In quanto portatori di una limitazione (di diritti, di possibilità d’azione, etc.), se
non di uno stato di sofferenza, i soggetti deboli appaiono estranei, o quanto
meno periferici, al mondo che la comunicazione pubblicita costituisce e
alimenta. In compenso, li si ritrova in abbondanza soprattutto all’interno di
quella provincia comunicativa all’insegna dell’anticlimax che è la cosiddetta
“pubblicità sociale”.
Le campagne di ‘Pubblicità e progresso’, realizzate di solito dalle stesse
agenzie che si occupano di pubblicità commerciale, utilizzano le tecniche
comunicative abituali rovesciandone alcune cruciali figure, significati e modi
espressivi.

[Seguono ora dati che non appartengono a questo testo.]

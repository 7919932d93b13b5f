"""Room files (TOML) in and out.

Every problem is reported as a :class:`RoomFileError` naming the file, the key path and
what is allowed, e.g.::
    studio.toml: [speakers.left] position_m: y = 3.75 m lies outside the room (0 < y < 3.60 m)

The format is documented key by key in docs/room-file.md.
"""

from __future__ import annotations

import difflib
import math
import os
import tomllib
from dataclasses import replace
from pathlib import Path

import numpy as np
import tomlkit

from ..model.materials import get_material
from ..model.placement import search_space
from ..model.room import (
    MAX_DIMENSION_M,
    MIN_DIMENSION_M,
    ROLES,
    WALL_MARGIN_M,
    WALLS,
    Box,
    Cabinet,
    Layout,
    Room,
    Seat,
    Speaker,
    SubSearch,
    Surface,
    SystemSettings,
    Uncertainty,
)
from .files import ROOM_FILE_BYTES, InputFileError, read_regular
from .importers import read_response_text

__all__ = ["RoomFileError", "load_room", "parse_room", "room_to_toml", "demo_room_path",
           "example_rooms", "write_text_atomic"]


_TOP_KEYS = {"room", "surfaces", "speakers", "seat", "seats", "search", "subs", "format", "uncertainty", "system"}
#: ``[uncertainty]`` keys and the largest standard deviation each accepts (a survey that knows a
#: position to worse than half a metre, or the temperature to worse than 10 C, is no survey).
_UNCERTAINTY_LIMITS = {"position_m": 0.5, "size_m": 0.5, "absorption_rel": 2.0, "temperature_c": 10.0}
_ROOM_KEYS = {"name", "size_m", "temperature_c"}
_SPEAKER_KEYS = {"position_m", "lowcut_hz", "lowcut_order", "response_file", "sensitivity_db",
                 "amplifier_w", "max_spl_db", "role", "cabinet_m", "woofer_on_face_m", "tweeter_on_face_m",
                 "gain_db", "delay_ms", "polarity"}
#: A sub's own settings (``[speakers.NAME]`` with role = "sub"): key, lowest, highest.
_SUB_SETTING_LIMITS = (("gain_db", -30.0, 12.0), ("delay_ms", 0.0, 100.0))
_SYSTEM_KEYS = {"crossover_hz", "mains_delay_ms"}
_SEAT_KEYS = {"position_m"}
_SEATS_KEYS = {"position_m", "weight"}
_SUBS_KEYS = {"counts", "crossover_hz", "max_delay_ms", "max_gain_db", "height_m", "step_m", "wall_gap_m",
              "regions", "wall_band_m", "candidates_m", "keep_out", "band_hz"}
_SUB_COUNTS = (1, 2, 4)
_SURFACE_TABLE_KEYS = {"absorption", "bands_hz", "material", "absorption_rel"}


class RoomFileError(ValueError):
    """A room file that cannot be used; the message says where and how to fix it."""


#: Longest room or speaker name accepted (a name is a label, not a document).
MAX_NAME_CHARS = 200


def _shown(value, limit=60):
    """``repr(value)`` cut to ``limit`` characters, for messages."""
    text = repr(value)
    return text if len(text) <= limit else text[:limit - 3] + "..."


def _label(name, limit=40):
    """A name as it goes into a message: as written if printable, else quoted; cut to ``limit``."""
    text = name if name.isprintable() else repr(name)
    return text if len(text) <= limit else text[:limit - 3] + "..."


def _rooms_folder():
    # Installed: the repository's rooms/ folder is package data inside the package
    # (roommodes/rooms). Editable or source checkout: the folder beside the package.
    package = Path(__file__).resolve().parent.parent
    for folder in (package / "rooms", package.parent / "rooms"):
        if (folder / "demo-studio.toml").is_file():
            return folder
    raise RoomFileError(f"the bundled example rooms are missing (looked in {package / 'rooms'}); reinstall roommodes")


def demo_room_path():
    """Path of the bundled demo room file."""
    return _rooms_folder() / "demo-studio.toml"


def example_rooms():
    """Paths of every bundled example room file."""
    return sorted(_rooms_folder().glob("*.toml"))


def _suggest(word, choices):
    close = difflib.get_close_matches(word, sorted(choices), n=1, cutoff=0.6)
    return f" (did you mean '{close[0]}'?)" if close else ""


class _Ctx:
    def __init__(self, name):
        self.name = name

    def fail(self, key, msg):
        where = f"{key}: " if key else ""
        raise RoomFileError(f"{self.name}: {where}{msg}")

    def unknown_keys(self, table, allowed, key):
        for k in table:
            if k not in allowed:
                self.fail(key, f"unknown key '{k}'{_suggest(k, allowed)}; allowed: {', '.join(sorted(allowed))}")

    def number(self, value, key, lo=None, hi=None, what="a number"):
        if isinstance(value, bool) or not isinstance(value, (int, float)):
            self.fail(key, f"expected {what}, got {_shown(value)}")
        try:
            v = float(value)
        except OverflowError:  # an integer of hundreds of digits
            v = math.inf
        if not math.isfinite(v):
            self.fail(key, f"expected a finite number, got {_shown(value)}")
        if (lo is not None and v < lo) or (hi is not None and v > hi):
            rng = f"{lo:g} to {hi:g}" if lo is not None and hi is not None else (
                f">= {lo:g}" if lo is not None else f"<= {hi:g}")
            self.fail(key, f"{v:g} is out of range; allowed {rng}")
        return v

    def vector(self, value, key, n=3):
        if not isinstance(value, list) or len(value) != n:
            self.fail(key, f"expected a list of {n} numbers in metres, e.g. [1.0, 2.0, 1.2], got {_shown(value)}")
        return tuple(self.number(v, f"{key}[{i}]") for i, v in enumerate(value))


def _surface_rel(ctx, value, key):
    """A surface's own ``absorption_rel`` (None when not given)."""
    if "absorption_rel" not in value:
        return None
    return ctx.number(value["absorption_rel"], f"{key}.absorption_rel", 0.0, _UNCERTAINTY_LIMITS["absorption_rel"],
                      what="a relative standard deviation (e.g. 0.3 for 30 %)")


def _parse_surface(ctx, name, value):
    key = f"[surfaces] {name}"

    if isinstance(value, str) or (isinstance(value, dict) and "material" in value):
        mat_name = value if isinstance(value, str) else value["material"]
        rel = None
        if isinstance(value, dict):
            ctx.unknown_keys(value, {"material", "absorption_rel"}, key)
            rel = _surface_rel(ctx, value, key)
        try:
            return Surface.from_material(name, mat_name, rel)
        except ValueError as exc:
            ctx.fail(key, str(exc))
    if isinstance(value, dict):
        ctx.unknown_keys(value, _SURFACE_TABLE_KEYS, key)
        rel = _surface_rel(ctx, value, key)
        if "bands_hz" not in value and "absorption" in value and not isinstance(value["absorption"], list):
            return Surface(name, (_alpha(ctx, value["absorption"], f"{key}.absorption"),), absorption_rel=rel)
        if "absorption" not in value or "bands_hz" not in value:
            ctx.fail(key, "a table needs both 'absorption' and 'bands_hz' lists, e.g. "
                          "{ absorption = [0.25, 0.15, 0.10], bands_hz = [63, 125, 250] }")
        ab, bands = value["absorption"], value["bands_hz"]
        if not isinstance(ab, list) or not isinstance(bands, list) or not ab:
            ctx.fail(key, "'absorption' and 'bands_hz' must be non-empty lists of numbers")
        if len(ab) != len(bands):
            ctx.fail(key, f"'absorption' has {len(ab)} values but 'bands_hz' has {len(bands)}; give one value per band")
        a = tuple(_alpha(ctx, v, f"{key}.absorption[{i}]") for i, v in enumerate(ab))
        b = tuple(ctx.number(v, f"{key}.bands_hz[{i}]", 1.0, 20000.0) for i, v in enumerate(bands))
        if any(b2 <= b1 for b1, b2 in zip(b, b[1:])):
            ctx.fail(f"{key}.bands_hz", f"band frequencies must rise strictly, got {list(b)}")
        return Surface(name, a, b, absorption_rel=rel)
    return Surface(name, (_alpha(ctx, value, key),))


def _alpha(ctx, value, key):
    v = ctx.number(value, key, what="an absorption coefficient (a number from 0 to below 1)")
    if not 0.0 <= v < 1.0:
        ctx.fail(key, f"absorption coefficient {v:g} is out of range; allowed 0 <= alpha < 1")
    return v


def _check_inside(ctx, key, pos, size):
    for v, L, wall in zip(pos, size, ("x", "y", "z")):
        if not WALL_MARGIN_M <= v <= L - WALL_MARGIN_M:
            ctx.fail(key, f"{wall} = {v:g} m lies outside the room or inside a wall; allowed "
                          f"{WALL_MARGIN_M:g} <= {wall} <= {L - WALL_MARGIN_M:g} m (room is {L:g} m along {wall})")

Un esempio è l’ampio utilizzo del bianco e nero, in chiave
drammatizzante e con connotazioni di cruda “realtà”, in opposizione alla ricca
e rasserenante gamma cromatica dei messaggi commerciali.
Più in generale, risultano predominanti i toni asciutti e amari, la denuncia,
l’indignazione, la colpevolizzazione del cittadino disattento, il richiamo alla
solidarietà e alla responsabilità, lo sforzo di togliere di mezzo quella barriera
tra la normalità e la difficoltà, tra il forte e il debole, che traspare in modo così
evidente nel comune discorso pubblicitario su marche e prodotti.

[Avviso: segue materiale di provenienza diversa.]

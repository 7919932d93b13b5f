"""The report: one self-contained HTML page a practitioner can hand over or keep.

:func:`build_report` runs the whole tool on a room (and measurements, when given) and
returns a :class:`Report`: the page as a string, every figure (PNG and SVG bytes) and every
table (with CSV text), so that the command line can write them next to the page. Nothing
here reads or writes files: measurements arrive already read
(:func:`roommodes.compare.load_measurement`), and the caller passes the room file's text and
the inputs' checksums for the reproduction section.

The page has no external references: figures are embedded as ``data:`` URIs, styles are
inline, fonts are the reader's system fonts. A print style sheet breaks pages before each
section and never inside a figure or a table row, so the page prints on A4 or Letter.

The mode coupling and the floor map it shows are computed in :mod:`roommodes.analysis.maps`.
"""

from __future__ import annotations

import base64
import csv
import html
import io
import math
import platform
import re
import threading
from dataclasses import dataclass, replace

import numpy as np

from .. import __version__
from ..analysis import eq as eqmod
from ..analysis.compare import average_measurements, compare_to_prediction
from ..analysis.correction import correct_measured, correct_prediction
from ..analysis.ensemble import MIN_FOUND_FRACTION, ensemble_scores, feature_spread
from ..analysis.explain import EXPLAIN_SAMPLES, explain_bands
from ..analysis.explain import explain as run_explain
from ..analysis.fit import fit_room
from ..analysis.maps import (
    INTERPOLATED_METHODS,
    MAP_UNSURE_DB,
    coupling_ranges,
    floor_level_map,
    floor_map_bands,
    mode_coupling,
)
from ..analysis.predict import band_figures, predict, response_features, usable_band
from ..analysis.search import (
    PARTS,
    front_distance_profile,
    layout_curves,
    search_layouts,
    search_space,
    seat_score_map,
)
from ..analysis.subs import BEFORE_CROSSOVER_HZ, CROSSOVER_TYPE, RANKING_RULE, optimise_subs
from ..analysis.subs import CAUTIONS as SUB_CAUTIONS
from ..analysis.summary import room_summary
from ..analysis.uncertainty import SUBS_SAMPLES, mode_frequency_ranges, predict_bands, subs_bands
from ..dsp.response import log_frequencies
from ..dsp.text import boost_text, range_text
from ..model.criteria import note_name
from ..model.materials import get_material
from ..model.modes import room_modes
from ..model.placement import PRESETS, preset_layout
from ..solvers import ACCURACY_DB, ASSUMPTIONS, DEFAULT_METHOD
from .plots import plot_correction, plot_modes, plot_prediction
from .plots_measure import plot_comparison, plot_fit
from .plots_place import plot_explain, plot_place
from .plots_report import plot_floor_map, plot_mode_coupling, plot_room_views
from .plots_subs import plot_subs
from .render import FigureRenderer
from .serialise import document
from .units import UNITS, format_length, wall_distances, walls_text

__all__ = [
    "SEARCH_MODES", "EMBED_FORMATS", "MODEL_ASSUMPTIONS", "SAFETY_NOTES",
    "MeasuredCurve", "Table", "ReportFigure", "Report", "build_report",
]

#: Grid step of the floor maps' solver, m: the level is interpolated from it to the 5 cm cells
#: drawn (:func:`~roommodes.analysis.maps.floor_level_map`'s ``solve_step_m``).
MAP_SOLVE_STEP_M = 0.1

#: Placement search done by the report: as ``place`` does, without the refinement, or none.
SEARCH_MODES = ("full", "quick", "off")
#: How figures are embedded in the page.
EMBED_FORMATS = ("svg", "png")

#: What the model assumes (the validity section).
MODEL_ASSUMPTIONS = (
    "The room is a closed rectangular box with flat walls; doors, windows, alcoves, furniture and "
    "sloping ceilings are not in the model.",
    "Each surface is locally reacting, with the real impedance whose random-incidence absorption "
    "equals the room file's coefficient (London's formula; docs/methods.md). Walls that flex "
    "(plasterboard, timber) enter only through that coefficient.",
    "Each loudspeaker is a point source at its woofer centre; its own low-frequency roll-off is a "
    "Butterworth high-pass at lowcut_hz (2nd order sealed, 4th order vented) or an imported curve.",
    "Levels are in dB relative to the free-field level of the same speaker at 1 m.",
    "Speakers play the same signal in phase when they are summed (the mono sum and the floor maps).",
)

#: Cautions in short (the full text is docs/cautions.md).
SAFETY_NOTES = (
    "The model is an idealised box: check its predictions against a measurement before moving heavy "
    "furniture or building anything, and treat anything above the Schroeder frequency as indicative only.",
    "Absorption below 125 Hz is extrapolated from handbook tables; measuring the room and calibrating "
    "the model (roommodes fit) makes the details trustworthy.",
    "Test signals are loud: start quiet, aim for 75-85 dB SPL at the seat when measuring, and wear hearing "
    "protection at higher levels; where local rules are stricter than the limits below, follow them.",
    "Speakers on stands, shelves or walls must be secured as their makers and local building codes "
    "require; this report says where sound is best, not what a wall or shelf can carry.",
)


# ======================================================================================
# Report pieces
# ======================================================================================
@dataclass(frozen=True, eq=False)
class MeasuredCurve:
    """One measured curve with the speaker that played and the microphone position.

    Attributes
    ----------
    channel : str
        Speaker name in the room file.
    position_m : tuple of float
        Microphone position, m.
    measurement : roommodes.compare.Measurement
    """
    channel: str
    position_m: tuple
    measurement: object


@dataclass(frozen=True)
class Table:
    """A table of the report.

    Attributes
    ----------
    name : str
        File stem of its CSV (``t03-surfaces``).
    number : int
    title : str
    columns : tuple of str
        Headers, with units.
    text : tuple of tuple of str
        The cells as shown.
    values : tuple of tuple
        The same cells at full precision (numbers, text or None) for the CSV file and the
        page's ``data-value`` attributes.
    note : str
    """
    name: str
    number: int
    title: str
    columns: tuple
    text: tuple
    values: tuple
    note: str = ""

    def csv_text(self):
        """Return the table as CSV text (header row, then the full-precision values)."""
        buf = io.StringIO()
        w = csv.writer(buf, lineterminator="\n")
        w.writerow(self.columns)
        for row in self.values:
            w.writerow(["" if v is None else (repr(float(v)) if isinstance(v, (float, np.floating)) else v)
                        for v in row])
        return buf.getvalue()


@dataclass(frozen=True)
class ReportFigure:
    """A figure of the report, rendered.

    Attributes
    ----------
    name : str
        File stem (``f02-mode-coupling``); the files are ``name + ".png"`` and ``".svg"``.
    number : int
    title, caption : str
    png, svg : bytes
    """
    name: str
    number: int
    title: str
    caption: str
    png: bytes
    svg: bytes


@dataclass(frozen=True)
class Report:
    """What :func:`build_report` returns.

    Attributes
    ----------
    html : str
        The self-contained page.
    figures : tuple of ReportFigure
    tables : tuple of Table
    values : dict
        Headline numbers as shown in the page, full precision (``schroeder_hz``,
        ``modes``, ``eq_max_boost_db``, ``best_score``, ...).
    glance : tuple of str
        The "At a glance" sentences of the page, for printing.
    """
    html: str
    figures: tuple
    tables: tuple
    values: dict
    glance: tuple = ()


def _esc(text):
    return html.escape(str(text), quote=True)


_UNSAFE_IN_NAME = re.compile(r"[^A-Za-z0-9_-]+")


def safe_stem(text, limit=40):
    """A file-name stem from user text (a speaker's name): ASCII letters, digits, '-' and '_'
    only, at most ``limit`` characters; never empty, never a path."""
    stem = _UNSAFE_IN_NAME.sub("-", str(text)).strip("-_")[:limit].strip("-_")
    return stem or "x"


def _fmt(v, spec):
    if v is None or (isinstance(v, float) and not math.isfinite(v)):
        return "-"
    return format(v, spec)


def _num(v, spec):
    """A numeric cell: (full value, text)."""
    if v is None:
        return (None, "-")
    fv = float(v)
    return (fv if math.isfinite(fv) else None, _fmt(fv, spec))


def _indices_text(n):
    return "(" + ",".join(str(int(v)) for v in n) + ")"


#: How the report's figures are drawn: laid out once, deterministic SVG ids, no date.
_RENDER_OPTIONS = {"png_dpi": 130, "svg_metadata": {"Date": None, "Creator": f"roommodes {__version__}"},
                   "svg_rc": {"svg.hashsalt": "roommodes-report", "svg.fonttype": "path"}}


_CSS = """
:root { --ink: #1b1b1b; --muted: #555; --rule: #d4d4d4; --accent: #0072B2; --warn: #E69F00; }
html { font-family: system-ui, -apple-system, "Segoe UI", Roboto, "Helvetica Neue", Arial, sans-serif;
       color: var(--ink); background: #fff; }
body { max-width: 62rem; margin: 0 auto; padding: 1.2rem 1.5rem 3rem; line-height: 1.45; font-size: 15px; }
header h1 { font-size: 1.75rem; margin: 0.3rem 0 0.2rem; }
header p { margin: 0.15rem 0; color: var(--muted); }
h2 { font-size: 1.3rem; border-bottom: 2px solid var(--accent); padding-bottom: 0.15rem; margin-top: 2.2rem; }
h3 { font-size: 1.05rem; margin: 1.4rem 0 0.4rem; }
p, li { max-width: 52rem; }
nav.toc ol { columns: 2; font-size: 0.92rem; }
nav.toc a { color: var(--accent); text-decoration: none; }
.glance { background: #f2f7fb; border-left: 4px solid var(--accent); padding: 0.5rem 1rem; }
.glance li { margin: 0.2rem 0; }
.caution { background: #fff6e6; border-left: 4px solid var(--warn); padding: 0.4rem 1rem; }
table { border-collapse: collapse; margin: 0.5rem 0 1.1rem; font-size: 0.86rem; max-width: 100%; }
caption { caption-side: top; text-align: left; font-weight: 600; padding: 0 0 0.3rem; }
th, td { border-bottom: 1px solid var(--rule); padding: 0.22rem 0.5rem; text-align: left; vertical-align: top;
         overflow-wrap: break-word; }
th { background: #f4f4f4; font-weight: 600; }
td.num { text-align: right; font-variant-numeric: tabular-nums; white-space: nowrap; }
.pass { color: #00795a; font-weight: 600; }
.fail { color: #b34700; font-weight: 600; }
.note { color: var(--muted); font-size: 0.85rem; }
figure { margin: 1rem 0 1.4rem; }
figure img { display: block; max-width: 100%; height: auto; border: 1px solid #eee; }
figcaption { font-size: 0.86rem; color: var(--muted); margin-top: 0.3rem; max-width: 52rem; }
pre { white-space: pre-wrap; font-size: 0.78rem; background: #f7f7f7; padding: 0.6rem; border: 1px solid #eee; }
code { font-size: 0.9em; }
@page { margin: 14mm 12mm 14mm 12mm; }
@media print {
  html { font-size: 10pt; }
  body { max-width: none; padding: 0; font-size: 10pt; }
  nav.toc a { color: inherit; }
  h2.newpage { break-before: page; page-break-before: always; }
  h2, h3 { break-after: avoid; page-break-after: avoid; }
  figure, .glance, .caution, tr, pre { break-inside: avoid; page-break-inside: avoid; }
  table { break-inside: auto; }
  thead { display: table-header-group; }
  figure img { max-height: 235mm; width: auto; border: none; }
}
"""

A parte lo spazio circoscritto della pubblicità sociale, alcune categorie di
soggetti deboli – disabili, pazienti psichiatrici, persone che soffrono di malattie
invalidanti – sono del tutto assenti a motivo di un’incongruenza di fondo con i
valori e i modelli eufemistici della comunicazione commerciale, dove la
salute, la forza, l’integrità fisica, la bellezza, il successo regnano incontrastati.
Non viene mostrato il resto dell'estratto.